Musze ratowac swoje zdrowie- tak zatytulowalam swoj watek.Moj organizm daje mi znaki ostrzegawcze.Ostatnie miesiace to borykanie sie z bolem kolan stop krzyza, zadyszka pzry najmniejszym wysilku i pot splywajacy po twarzy gdy jest troszke cieplej.Mam wybor- albo dalej jem i koncze za rok czy dwa na wozku inwalidzkim z cukrzyca, albo zaczynam ratowac siebie i chudnac.Od paru dni bije sie z myslami i obmyslam strategie jak zaczac aby nie rzucic diety po tygodniu czy dwoch.Do tej pory pare razy juz probowalam ale zawsze poddawalam sie bardzo szybko.Powtarzam sobie zawsze ze zaczne od jutra, od poniedzialku, od pierwszego itp.Ostatnie pare dni uswiadomily mi ze zarty sie skonczyly.
Poniewaz kiedy jeszcze mieszkalam w Polsce bywalam na tym forum i udalo mi sie sporo kilogramow stracic postanowilam zalozyc swoj watek i prosic o wsparcie w mojej ciezkiej drodze ku zdrowiu.
Oto to co sobie ustalilam: Limit kaloryczny na poczatek 1500.Jem chude mieso i nabial, warzywa i owoce.Na poczatek powiedzmy przez pierwszy tydzien nie bede tak bardzo liczyc kalorii chce przestawic swoje kubki smakowe na dietetyczne jedzenie.

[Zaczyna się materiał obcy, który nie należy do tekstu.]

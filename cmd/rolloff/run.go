package main

import (
	"bufio"
	"context"
	"encoding/json"
	"errors"
	"flag"
	"fmt"
	"io"
	"os"
	"path/filepath"
	"strconv"
	"strings"
	"sync"
	"time"

	"github.com/mattn/go-isatty"
	"github.com/schollz/progressbar/v3"

	"rolloff/driver/bench"
	"rolloff/sweep/analysis"
	"rolloff/sweep/event"
	"rolloff/sweep/plan"
	"rolloff/sweep/sched"
	"rolloff/sweep/sched/finish"
	"rolloff/sweep/sched/onbench"
	"rolloff/sweep/store"
)

func init() {
	register(&command{
		name:    "run",
		summary: "measure a plan on a bench, headless, into a run directory",
		run:     runRunCmd,
	})
}

func runRunCmd(ctx context.Context, env *cmdEnv, args []string) error {
	fs := flag.NewFlagSet("rolloff run", flag.ContinueOnError)
	fs.SetOutput(env.stderr)
	benchPath := fs.String("bench", "", "bench file (required)")
	out := fs.String("out", "runs", "run store directory; the run gets a directory inside it")
	bf := addBrokerFlags(fs, true)
	fs.Usage = func() {
		fmt.Fprintf(env.stderr, "usage: rolloff run PLAN --bench BENCH [--out DIR]\n\n")
		fs.PrintDefaults()
	}
	pos, err := parseArgs(fs, args)
	if err != nil {
		return err
	}
	if len(pos) != 1 || *benchPath == "" {
		fs.Usage()
		return &exitError{code: 2, err: errors.New("want one PLAN and --bench BENCH")}
	}
	planData, err := os.ReadFile(pos[0])
	if err != nil {
		return fmt.Errorf("plan: %w", err)
	}
	p, err := decodePlanFile(pos[0], planData)
	if err != nil {
		return err
	}
	cfg, err := bench.Load(*benchPath)
	if err != nil {
		return err
	}
	if err := onbench.CheckPlan(cfg, p); err != nil {
		return &exitError{code: 2, err: err} // refused before any instrument is opened
	}
	st, err := store.Open(*out)
	if err != nil {
		return fmt.Errorf("--out %s: %w", *out, err)
	}
	st.SetLogger(env.log)
	stopPub, err := bf.startPublisher(env, st.Dir(), *benchPath, -1)
	if err != nil {
		return err
	}
	defer stopPub(5 * time.Second)
	through, err := sched.LoadThrough(st, p)
	if err != nil {
		return fmt.Errorf("%s: %w", pos[0], err)
	}
	b, err := onbench.Open(ctx, cfg, env.log)
	if err != nil {
		return fmt.Errorf("--bench %s: %w", *benchPath, err)
	}
	defer b.Close()
	run, err := st.Create(store.CreateOpts{PlanFile: filepath.Base(pos[0]), PlanData: planData, Plan: p, BenchFile: cfg.Raw, Identities: b.Identities})
	if err != nil {
		return err
	}
	defer run.Close()
	opts := sched.Opts{Operator: terminalOperator(env), Finish: finish.Analyze(p, run.Dir(), through, finish.SpecOf(cfg, p))}
	if b.Sim != nil {
		opts.Operator = simOperator(env, b, opts.Operator)
	}
	return sweepAndReport(ctx, env, b, p, run, opts, nil)
}

// simOperator is the operator of a simulated bench: it turns the
// simulated converter's range switch (sim.SelectRange), after asking on
// the terminal when stdin is one, at once otherwise.
func simOperator(env *cmdEnv, b *bench.Bench, ask sched.Operator) sched.Operator {
	interactive := false
	if f, ok := env.stdin.(*os.File); ok {
		interactive = isatty.IsTerminal(f.Fd())
	}
	return func(ctx context.Context, p event.Prompt) (int, error) {
		i := p.RangeIndex
		if interactive && ask != nil {
			var err error
			if i, err = ask(ctx, p); err != nil {
				return 0, err
			}
		} else {
			env.log.Info().Int("prompt", p.ID).Str("range", p.Range).Msg("simulated operator turns the range switch")
		}
		if err := b.Sim.SelectRange(i); err != nil {
			return 0, fmt.Errorf("simulated range switch: %w", err)
		}
		return i, nil
	}
}

// decodePlanFile decodes a plan file by its extension.
func decodePlanFile(name string, data []byte) (*plan.Plan, error) {
	if strings.EqualFold(filepath.Ext(name), ".json") {
		return plan.DecodeJSON(name, data)
	}
	return plan.DecodeTOML(name, data)
}

// sweepAndReport runs the sweep on bench b into run, shows its progress,
// and prints the run directory and the corners. afterCorners, when set,
// prints more about the corners (the demo's comparison).
func sweepAndReport(ctx context.Context, env *cmdEnv, b *bench.Bench, p *plan.Plan, run *store.Run, opts sched.Opts, afterCorners func(res map[string]any) error) error {
	inst := onbench.Instruments(b, env.log)
	if b.Sim != nil && !opts.RangeKnown {
		if i := b.Sim.ConverterRange(); i >= 0 {
			opts.RangeKnown, opts.CurrentRange = true, i
		}
	}
	if opts.Resume {
		if pts, err := run.Points(); err == nil && len(pts) > 0 && !opts.RangeKnown {
			// The range switch is where the last point left it.
			opts.RangeKnown, opts.CurrentRange = true, pts[len(pts)-1].RangeIndex
		}
	}
	_ = b.SetRunID(run.ID()) // named to a controller refused by the bench lock
	start := time.Now()
	r := sched.Start(ctx, inst, p, run, opts)
	events, cancel := r.Subscribe()
	defer cancel()
	var result json.RawMessage
	prog := newProgress(env)
	for ev := range events {
		prog.show(ev, r.Status())
		if ev.Type == event.TypeResult {
			result = ev.Result
		}
	}
	prog.finish()
	err := r.Wait()
	fmt.Fprintf(env.stdout, "run %s: %s\n", run.ID(), run.Dir())
	if err != nil {
		st := r.Status()
		if st.State == event.Interrupted {
			done, total := storedCount(run, p, st.Done, st.Total)
			fmt.Fprintf(env.stdout, "interrupted after %d of %d points; continue with: rolloff resume %s\n", done, total, run.Dir())
		}
		return err
	}
	return reportDone(env, r.Status().Done, time.Since(start), result, afterCorners)
}

// storedCount is how many points run holds and how many its plan has:
// counted from the store and the plan, not from the scheduler's status,
// which knows only the points of this session and may have ended before
// its first progress report.
func storedCount(run *store.Run, p *plan.Plan, done, total int) (int, int) {
	if pts, err := run.Points(); err == nil {
		done = max(done, len(pts))
	}
	if fs, err := p.Freqs(); err == nil {
		total = max(total, len(fs))
	}
	return done, total
}

// reportDone prints a finished run's point count, time and corners, then
// runs afterCorners (the demo's comparison) on its result.
func reportDone(env *cmdEnv, points int, took time.Duration, result json.RawMessage, afterCorners func(res map[string]any) error) error {
	fmt.Fprintf(env.stdout, "done: %d points in %s\n", points, took.Round(time.Millisecond))
	var res map[string]any
	if len(result) > 0 {
		if err := json.Unmarshal(result, &res); err != nil {
			return fmt.Errorf("result: %w", err)
		}
	}
	printCorners(env.stdout, res)
	if afterCorners != nil {
		return afterCorners(res)
	}
	return nil
}

// printCorners prints the result's corners with their uncertainty.
func printCorners(w io.Writer, res map[string]any) {
	if res == nil {
		fmt.Fprintf(w, "no analysis result\n")
		return
	}
	for _, c := range []struct{ name, key, ukey, beyond string }{
		{"low corner", "low_hz", "low_u_hz", "low_beyond_hz"},
		{"high corner", "high_hz", "high_u_hz", "high_beyond_hz"},
	} {
		v, ok := res[c.key].(float64)
		if !ok {
			if bnd, ok := res[c.beyond].(float64); ok {
				fmt.Fprintf(w, "%s: beyond the sweep (past %s)\n", c.name, analysis.FormatHz(bnd, 5))
			} else {
				fmt.Fprintf(w, "%s: none\n", c.name)
			}
			continue
		}
		if u, ok := res[c.ukey].(float64); ok {
			fmt.Fprintf(w, "%s: %s (k = 2)\n", c.name, analysis.FormatWithU(v, u))
		} else {
			fmt.Fprintf(w, "%s: %s\n", c.name, analysis.FormatHz(v, 6))
		}
	}
	printMaskVerdict(w, res)
	printDrift(w, res)
}

// printDrift prints the drift check of a result (nothing when it has
// none).
func printDrift(w io.Writer, res map[string]any) {
	raw, ok := res["drift"].(map[string]any)
	if !ok {
		return
	}
	b, err := json.Marshal(raw)
	if err != nil {
		return
	}
	var d analysis.Drift
	if json.Unmarshal(b, &d) != nil {
		return
	}
	if line := d.Line(); line != "" {
		fmt.Fprintf(w, "drift check: %s\n", line)
	}
}

// progress shows a run's progress: a bar on a terminal, log lines
// otherwise.
type progress struct {
	env  *cmdEnv
	bar  *progressbar.ProgressBar
	last event.State
}

func newProgress(env *cmdEnv) *progress {
	pr := &progress{env: env}
	if env.tty {
		pr.bar = progressbar.NewOptions(1,
			progressbar.OptionSetWriter(env.stderr),
			progressbar.OptionSetWidth(30),
			progressbar.OptionShowCount(),
			progressbar.OptionClearOnFinish(),
			progressbar.OptionThrottle(100*time.Millisecond),
		)
	}
	return pr
}

func (pr *progress) show(ev event.Event, st sched.Status) {
	if pr.bar != nil {
		if st.Total > 0 {
			pr.bar.ChangeMax(st.Total)
		}
		eta := st.ETA.Round(time.Second)
		pr.bar.Describe(fmt.Sprintf("%-9s %12s  ETA %s", st.State, analysis.FormatHz(st.FreqHz, 4), eta))
		_ = pr.bar.Set(st.Done)
		if ev.Type == event.TypePrompt || (ev.Type == event.TypeLog && ev.Message != "") {
			pr.bar.Clear()
			fmt.Fprintf(pr.env.stderr, "\r%s\n", ev.Message)
		}
		return
	}
	l := pr.env.log
	switch ev.Type {
	case event.TypePoint:
		pt := ev.Point
		e := l.Info().Int("seq", pt.Seq).Float64("freq_hz", pt.FreqHz).Float64("gain_db", pt.GainDB).
			Str("range", pt.Range).Float64("settle_s", pt.SettleS).Int("done", st.Done).Int("total", st.Total).
			Float64("eta_s", st.ETA.Seconds())
		if len(pt.Flags) > 0 {
			e = e.Strs("flags", pt.Flags)
		}
		e.Msg("point")
	case event.TypeState:
		if ev.State != pr.last && ev.State != event.Settling && ev.State != event.Reading {
			l.Info().Str("state", string(ev.State)).Str("from", string(ev.From)).Msg(ev.Message)
		}
		pr.last = ev.State
	case event.TypeLog:
		l.Info().Msg(ev.Message)
	case event.TypePrompt:
		l.Warn().Int("prompt", ev.Prompt.ID).Str("range", ev.Prompt.Range).Msg(ev.Message)
	}
}

func (pr *progress) finish() {
	if pr.bar != nil {
		_ = pr.bar.Finish()
		fmt.Fprintln(pr.env.stderr)
	}
}

// lineReader reads stdin lines in one goroutine, for prompts that must
// stop waiting when the run is cancelled.
type lineReader struct {
	once  sync.Once
	in    io.Reader
	lines chan string
}

func (lr *lineReader) next(ctx context.Context) (string, error) {
	lr.once.Do(func() {
		lr.lines = make(chan string)
		go func() {
			sc := bufio.NewScanner(lr.in)
			for sc.Scan() {
				lr.lines <- sc.Text()
			}
			close(lr.lines)
		}()
	})
	select {
	case l, ok := <-lr.lines:
		if !ok {
			return "", io.EOF
		}
		return l, nil
	case <-ctx.Done():
		return "", ctx.Err()
	}
}

// terminalOperator asks on the terminal: the operator turns the range
// switch and presses Enter (or types the index of the range selected).
func terminalOperator(env *cmdEnv) sched.Operator {
	lr := &lineReader{in: env.stdin}
	return func(ctx context.Context, p event.Prompt) (int, error) {
		fmt.Fprintf(env.stderr, "\n>>> Set the converter to range %s", p.Range)
		if p.FromRange != "" {
			fmt.Fprintf(env.stderr, " (now %s)", p.FromRange)
		}
		fmt.Fprintf(env.stderr, ": %s.\n    The generator output is off. Press Enter when done (or type the range index selected, %d for %s): ", p.Reason, p.RangeIndex, p.Range)
		for {
			line, err := lr.next(ctx)
			if err != nil {
				return 0, fmt.Errorf("waiting for the operator: %w", err)
			}
			line = strings.TrimSpace(line)
			if line == "" {
				return p.RangeIndex, nil
			}
			i, err := strconv.Atoi(line)
			if err == nil && i >= 0 {
				return i, nil
			}
			fmt.Fprintf(env.stderr, "    %q is not a range index; press Enter for %s: ", line, p.Range)
		}
	}
}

Po pierwszym tygodniu zaczne liczyc ile kalorii zjadam.Odstawiam definitywnie fast food, chleb bialy i wszelkie gazowane napoje ( jesli juz bardzo bedzie mnie kusily to wtedy moge wypic troszke ale tylko w wersji "diet"- docelowo chce zupelnie z nich zrezygnowac.)
Bardzo prosze o wsparcie, wszelkie sugestie podpowiedzi mile widziane.